How to complete this task:
Once the line containing "A suspect mark may" has been written out, stop; until then, restate each line of the entries below word for word from the first.

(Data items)

== == ==

def mark_set_status(*, actor, code: str, status: str, expected_version: int, note: str = "") -> Mark:
    """Set a mark's status (active, retired, destroyed), starting from ``expected_version``.

    Retiring a mark or reporting it destroyed needs a reason in ``note``.
    The same concurrency rule as :func:`mark_update` applies.

    ``suspect`` is not set here (``suspect_not_settable``: visits and checks set it,
    ``registry.services.suspect``), and a suspect mark is not made active here
    (``suspect_needs_clearance``: a manager's clearance or a new published position does that).
    A suspect mark may be retired or recorded destroyed (that ends the suspicion; the audit row keeps
    what it was). A retired or destroyed mark made active again gets the visit rule applied at once: if
    its latest disturbed or not-found visit is not older than its newest published position, it comes
    back suspect (``services.suspect.history_suspicion``, audited).
    """
    version = _parse_version(expected_version)
    if status not in MarkStatus.values:
        raise ValidationError(
            {"status": ValidationError("Unknown status %(value)r.", code="invalid_choice", params={"value": status})}
        )
    if status == MarkStatus.SUSPECT:
        raise ValidationError({"status": _suspect_not_settable()})
    note = parse_note(note, required=status in _STATUS_NEEDS_NOTE, what="this status")
    conflict: Conflict | None = None
    with transaction.atomic():
        mark = access_mark_by_code(actor, code, ability=Ability.MANAGE, for_update=True)
        if mark.status == MarkStatus.SUSPECT and status == MarkStatus.ACTIVE:
            raise ValidationError(
                {
                    "status": ValidationError(
                        "Mark %(code)s is suspect (%(reason)s). Clear the suspicion with a note, or publish a new "
                        "position, to make it active.",
                        code="suspect_needs_clearance",
                        params={"code": mark.code, "reason": mark.suspect_reason or "awaiting re-observation"},
                    )
                }
            )
        # Same status: a no-op whatever version the caller started from (no version bump, no audit row).
        if mark.status == status:
            raise ValidationError(
                {
                    "status": ValidationError(
                        "The mark is already %(value)s.", code="status_unchanged", params={"value": status}
                    )
                }
            )
        before_status = mark.status
        before = {"status": before_status, "version": version}
        ending_suspicion = {}
        if before_status == MarkStatus.SUSPECT:  # retired or recorded destroyed: that ends the suspicion
            before.update(suspect_since=mark.suspect_since, suspect_reason=mark.suspect_reason)
            ending_suspicion = {"suspect_since": None, "suspect_reason": ""}
        updated = Mark.objects.filter(pk=mark.pk, version=version).update(
            status=status, version=F("version") + 1, updated_at=timezone.now(), **ending_suspicion
        )
        if updated == 0:
            current, conflict = _conflict(mark.pk, {"status": status}, version)
            audit_record(
                actor=actor,
                action="mark_set_status_refused",
                obj=current,
                before={"status": current.status, "version": current.version},
                after={"status": status, "version": version},
                note=note,
            )
        else:
            mark.refresh_from_db()
            audit_record(
                actor=actor,
                action="mark_set_status",
                obj=mark,
                before=before,
                after={"status": status, "version": mark.version, **ending_suspicion},
                note=note,
            )
            documents_mark_changed(mark, f"status changed from {before_status} to {status}", actor=actor)
            if status == MarkStatus.ACTIVE:  # back into use: the visits may still say it is suspect
                from registry.services.suspect import history_suspicion

                history_suspicion(mark=mark, actor=actor, note="made active again; its last visit report stands")
    if conflict is not None:
        raise conflict
    return mark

== == ==

Task response:
def mark_set_status(*, actor, code: str, status: str, expected_version: int, note: str = "") -> Mark:
    """Set a mark's status (active, retired, destroyed), starting from ``expected_version``.

    Retiring a mark or reporting it destroyed needs a reason in ``note``.
    The same concurrency rule as :func:`mark_update` applies.

    ``suspect`` is not set here (``suspect_not_settable``: visits and checks set it,
    ``registry.services.suspect``), and a suspect mark is not made active here
    (``suspect_needs_clearance``: a manager's clearance or a new published position does that).
    A suspect mark may be retired or recorded destroyed (that ends the suspicion; the audit row keeps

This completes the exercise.